▶ WHAT YOU SHOULD DO
All of the entries below, duplicated exactly, make up the answer.

▶ EXCERPTED RECORDS
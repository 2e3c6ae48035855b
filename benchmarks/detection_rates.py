"""Receiver-operating table of source detection: found vs. false, against the strength of a
weak source and the record length, from planted-truth scenarios.

Not part of the test suite. Each run builds a small scenario with the generator (two capes
of the invented coast: a strong source at Tasker Head, and a weak source at Cape Orrin
shedding about one eddy a month with its amplitude set so that its planted feed is a given
fraction of the strong one's), runs the streaming pass and the analysis, and compares the
sources found with the generator's own planted births (their cape positions). A straight
coast with births spread uniformly along it (no capes) is the control. Prints one JSON line
per run and a Markdown table at the end.

Usage::

    python benchmarks/detection_rates.py --dir /tmp/coastmon-rates \\
        --fractions 0.33 0.1 0.05 --days 730 1461 --seeds 1 2 [--background 4]
"""

from __future__ import annotations

import argparse
import dataclasses
import json
import time
from pathlib import Path

import numpy as np

from coastmon.config import Settings
from coastmon.grid.metrics import haversine_m
from coastmon.pipeline import analyse_series, prepare
from coastmon.scenario import SourceSpec, default_params, make_scenario, straight_coast_params
from coastmon.stream import run_pass

SETTINGS = Settings().replace("stream", progress=False)
MATCH_KM = 40.0
"""A found source within this distance of a planted cape is that source."""


def small_domain(params, seed: int, n_days: int, background: float = 1.0):
    """The small test domain of the end-to-end tests: 33-38 N, 0.1 degree; ``background``
    multiplies the amplitudes of the background Rossby waves and of the white noise."""
    return dataclasses.replace(params, seed=seed, n_days=n_days, lon_min=-42.0, lat_min=33.0,
                               lat_max=38.0, resolution_deg=0.1, compress=False, islands=(),
                               wave_velocity_m_s=params.wave_velocity_m_s * background,
                               noise_velocity_m_s=params.noise_velocity_m_s * background,
                               noise_ssh_m=params.noise_ssh_m * background)


def with_weak_source(fraction: float, seed: int, n_days: int, background: float = 1.0):
    """Strong source at Tasker Head (as in the demo), weak one at Cape Orrin whose planted
    feed (rate x psi0^2; scenario.flow.planted_feed_w_per_m) is ``fraction`` of it."""
    base = default_params()
    strong = next(s for s in base.sources if s.cape == "Tasker Head")
    rate_weak = 12.0
    psi_weak = strong.psi0_m2_s * np.sqrt(fraction * strong.rate_per_year / rate_weak)
    weak = SourceSpec(name="Weak source", cape="Cape Orrin", rate_per_year=rate_weak,
                      psi0_m2_s=float(psi_weak), radius_km=30.0, birth_offset_km=30.0)
    keep = {"Tasker Head", "Cape Orrin"}
    params = dataclasses.replace(base, capes=tuple(c for c in base.capes if c.name in keep),
                                 sources=(strong, weak))
    return small_domain(params, seed, n_days, background)


def run_one(params, where: Path) -> dict:
    t0 = time.time()
    nc, truth_path = make_scenario(params, where / "data")
    truth = json.loads(truth_path.read_text())
    prep = prepare([nc], SETTINGS)
    res = run_pass(prep.ds, prep.metrics, prep.frame, SETTINGS.stream, where / "work")
    products = analyse_series(res.stats, res.series, prep.frame, prep.capes, SETTINGS,
                              prep.ld_km)
    src = products.sources
    planted = [p for p in truth["sources"] if p.get("cape_lat") is not None]
    matched = set()
    result = {"n_found": int(len(src)), "seconds": round(time.time() - t0, 1)}
    for p in planted:
        if len(src):
            d = haversine_m(src["lon"].to_numpy(), src["lat"].to_numpy(),
                            p["cape_lon"], p["cape_lat"]) / 1000.0
            k = int(np.argmin(d))
            hit = bool(d[k] <= MATCH_KM)
        else:
            hit, k = False, -1
        key = "weak" if p["name"] == "Weak source" else "strong"
        result[f"{key}_found"] = hit
        result[f"{key}_rank"] = int(src["rank"].values[k]) if hit else None
        result[f"{key}_feed_w_per_m"] = p.get("realized_feed_w_per_m")
        if hit:
            matched.add(k)
    result["n_false"] = int(len(src) - len(matched))
    if "weak_feed_w_per_m" in result and result.get("strong_feed_w_per_m"):
        result["fraction"] = result["weak_feed_w_per_m"] / result["strong_feed_w_per_m"]
    result["weak_ranked_last"] = bool(result.get("weak_found") and
                                      result["weak_rank"] == len(src))
    return result


def main() -> None:
    ap = argparse.ArgumentParser(description=__doc__.splitlines()[0])
    ap.add_argument("--dir", type=Path, required=True)
    ap.add_argument("--fractions", type=float, nargs="+", default=[0.33, 0.1, 0.05])
    ap.add_argument("--days", type=int, nargs="+", default=[730, 1461])
    ap.add_argument("--seeds", type=int, nargs="+", default=[1, 2])
    ap.add_argument("--no-control", action="store_true")
    ap.add_argument("--background", type=float, default=1.0,
                    help="factor on the background waves and noise (default 1: as the demo)")
    args = ap.parse_args()
    rows = []
    for n_days in args.days:
        for seed in args.seeds:
            cases = [(f, with_weak_source(f, seed, n_days, args.background))
                     for f in args.fractions]
            if not args.no_control:
                control = dataclasses.replace(straight_coast_params(), uniform_lat_min=33.5,
                                              uniform_lat_max=37.5)
                cases.append((0.0, small_domain(control, seed, n_days, args.background)))
            for fraction, params in cases:
                tag = f"f{fraction:g}_d{n_days}_s{seed}"
                r = run_one(params, args.dir / tag)
                r.update({"case": tag, "days": n_days, "seed": seed,
                          "target_fraction": fraction})
                print(json.dumps(r), flush=True)
                rows.append(r)
    print()
    print("| weak / strong feed | record (days) | seeds | strong found | weak found | "
          "weak ranked last | false sources |")
    print("|---|---|---|---|---|---|---|")
    for n_days in args.days:
        for fraction in [*args.fractions, *([] if args.no_control else [0.0])]:
            sel = [r for r in rows if r["days"] == n_days and r["target_fraction"] == fraction]
            if fraction == 0.0:
                print(f"| control (straight coast, no cape) | {n_days} | {len(sel)} | – | – | – | "
                      f"{sum(r['n_false'] for r in sel)} |")
                continue
            print(f"| {np.mean([r['fraction'] for r in sel]):.3f} | {n_days} | {len(sel)} | "
                  f"{sum(r['strong_found'] for r in sel)}/{len(sel)} | "
                  f"{sum(r['weak_found'] for r in sel)}/{len(sel)} | "
                  f"{sum(r['weak_ranked_last'] for r in sel)}/{len(sel)} | "
                  f"{sum(r['n_false'] for r in sel)} |")


if __name__ == "__main__":
    main()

▶ YOUR SOLUTION
repository 2e3c6ae48035855b
filename benchmarks/detection_rates.py
"""Receiver-operating table of source detection: found vs. false, against the strength of a
weak source and the record length, from planted-truth scenarios.

Not part of the test suite. Each run builds a small scenario with the generator (two capes
of the invented coast: a strong source at Tasker Head, and a weak source at Cape Orrin
shedding about one eddy a month with its amplitude set so that its planted feed is a given
fraction of the strong one's), runs the streaming pass and the analysis, and compares the
sources found with the generator's own planted births (their cape positions). A straight
coast with births spread uniformly along it (no capes) is the control. Prints one JSON line
per run and a Markdown table at the end.

Usage::

    python benchmarks/detection_rates.py --dir /tmp/coastmon-rates \\
        --fractions 0.33 0.1 0.05 --days 730 1461 --seeds 1 2 [--background 4]
"""

from __future__ import annotations

import argparse
import dataclasses
import json
import time
from pathlib import Path

import numpy as np

from coastmon.config import Settings
from coastmon.grid.metrics import haversine_m
from coastmon.pipeline import analyse_series, prepare
from coastmon.scenario import SourceSpec, default_params, make_scenario, straight_coast_params
from coastmon.stream import run_pass

SETTINGS = Settings().replace("stream", progress=False)
MATCH_KM = 40.0
"""A found source within this distance of a planted cape is that source."""


def small_domain(params, seed: int, n_days: int, background: float = 1.0):
    """The small test domain of the end-to-end tests: 33-38 N, 0.1 degree; ``background``
    multiplies the amplitudes of the background Rossby waves and of the white noise."""
    return dataclasses.replace(params, seed=seed, n_days=n_days, lon_min=-42.0, lat_min=33.0,
                               lat_max=38.0, resolution_deg=0.1, compress=False, islands=(),
                               wave_velocity_m_s=params.wave_velocity_m_s * background,
                               noise_velocity_m_s=params.noise_velocity_m_s * background,
                               noise_ssh_m=params.noise_ssh_m * background)


def with_weak_source(fraction: float, seed: int, n_days: int, background: float = 1.0):
    """Strong source at Tasker Head (as in the demo), weak one at Cape Orrin whose planted
    feed (rate x psi0^2; scenario.flow.planted_feed_w_per_m) is ``fraction`` of it."""
    base = default_params()
    strong = next(s for s in base.sources if s.cape == "Tasker Head")
    rate_weak = 12.0
    psi_weak = strong.psi0_m2_s * np.sqrt(fraction * strong.rate_per_year / rate_weak)
    weak = SourceSpec(name="Weak source", cape="Cape Orrin", rate_per_year=rate_weak,
                      psi0_m2_s=float(psi_weak), radius_km=30.0, birth_offset_km=30.0)
    keep = {"Tasker Head", "Cape Orrin"}
    params = dataclasses.replace(base, capes=tuple(c for c in base.capes if c.name in keep),
                                 sources=(strong, weak))
    return small_domain(params, seed, n_days, background)


def run_one(params, where: Path) -> dict:
    t0 = time.time()
    nc, truth_path = make_scenario(params, where / "data")
    truth = json.loads(truth_path.read_text())
    prep = prepare([nc], SETTINGS)
    res = run_pass(prep.ds, prep.metrics, prep.frame, SETTINGS.stream, where / "work")
    products = analyse_series(res.stats, res.series, prep.frame, prep.capes, SETTINGS,
                              prep.ld_km)
    src = products.sources
    planted = [p for p in truth["sources"] if p.get("cape_lat") is not None]
    matched = set()
    result = {"n_found": int(len(src)), "seconds": round(time.time() - t0, 1)}
    for p in planted:
        if len(src):
            d = haversine_m(src["lon"].to_numpy(), src["lat"].to_numpy(),
                            p["cape_lon"], p["cape_lat"]) / 1000.0
            k = int(np.argmin(d))
            hit = bool(d[k] <= MATCH_KM)
        else:
            hit, k = False, -1
        key = "weak" if p["name"] == "Weak source" else "strong"
        result[f"{key}_found"] = hit
        result[f"{key}_rank"] = int(src["rank"].values[k]) if hit else None
        result[f"{key}_feed_w_per_m"] = p.get("realized_feed_w_per_m")
        if hit:
            matched.add(k)
    result["n_false"] = int(len(src) - len(matched))
    if "weak_feed_w_per_m" in result and result.get("strong_feed_w_per_m"):
        result["fraction"] = result["weak_feed_w_per_m"] / result["strong_feed_w_per_m"]
    result["weak_ranked_last"] = bool(result.get("weak_found") and
                                      result["weak_rank"] == len(src))
    return result


def main() -> None:
    ap = argparse.ArgumentParser(description=__doc__.splitlines()[0])
    ap.add_argument("--dir", type=Path, required=True)
    ap.add_argument("--fractions", type=float, nargs="+", default=[0.33, 0.1, 0.05])
    ap.add_argument("--days", type=int, nargs="+", default=[730, 1461])
    ap.add_argument("--seeds", type=int, nargs="+", default=[1, 2])
    ap.add_argument("--no-control", action="store_true")
    ap.add_argument("--background", type=float, default=1.0,
                    help="factor on the background waves and noise (default 1: as the demo)")
    args = ap.parse_args()
    rows = []
    for n_days in args.days:
        for seed in args.seeds:
            cases = [(f, with_weak_source(f, seed, n_days, args.background))
                     for f in args.fractions]
            if not args.no_control:
                control = dataclasses.replace(straight_coast_params(), uniform_lat_min=33.5,
                                              uniform_lat_max=37.5)
                cases.append((0.0, small_domain(control, seed, n_days, args.background)))
            for fraction, params in cases:
                tag = f"f{fraction:g}_d{n_days}_s{seed}"
                r = run_one(params, args.dir / tag)
                r.update({"case": tag, "days": n_days, "seed": seed,
                          "target_fraction": fraction})
                print(json.dumps(r), flush=True)
                rows.append(r)
    print()
    print("| weak / strong feed | record (days) | seeds | strong found | weak found | "
          "weak ranked last | false sources |")
    print("|---|---|---|---|---|---|---|")
    for n_days in args.days:
        for fraction in [*args.fractions, *([] if args.no_control else [0.0])]:
            sel = [r for r in rows if r["days"] == n_days and r["target_fraction"] == fraction]
            if fraction == 0.0:
                print(f"| control (straight coast, no cape) | {n_days} | {len(sel)} | – | – | – | "
                      f"{sum(r['n_false'] for r in sel)} |")
                continue
            print(f"| {np.mean([r['fraction'] for r in sel]):.3f} | {n_days} | {len(sel)} | "
                  f"{sum(r['strong_found'] for r in sel)}/{len(sel)} | "
                  f"{sum(r['weak_found'] for r in sel)}/{len(sel)} | "
                  f"{sum(r['weak_ranked_last'] for r in sel)}/{len(sel)} | "
                  f"{sum(r['n_false'] for r in sel)} |")


if __name__ == "__main__":
    main()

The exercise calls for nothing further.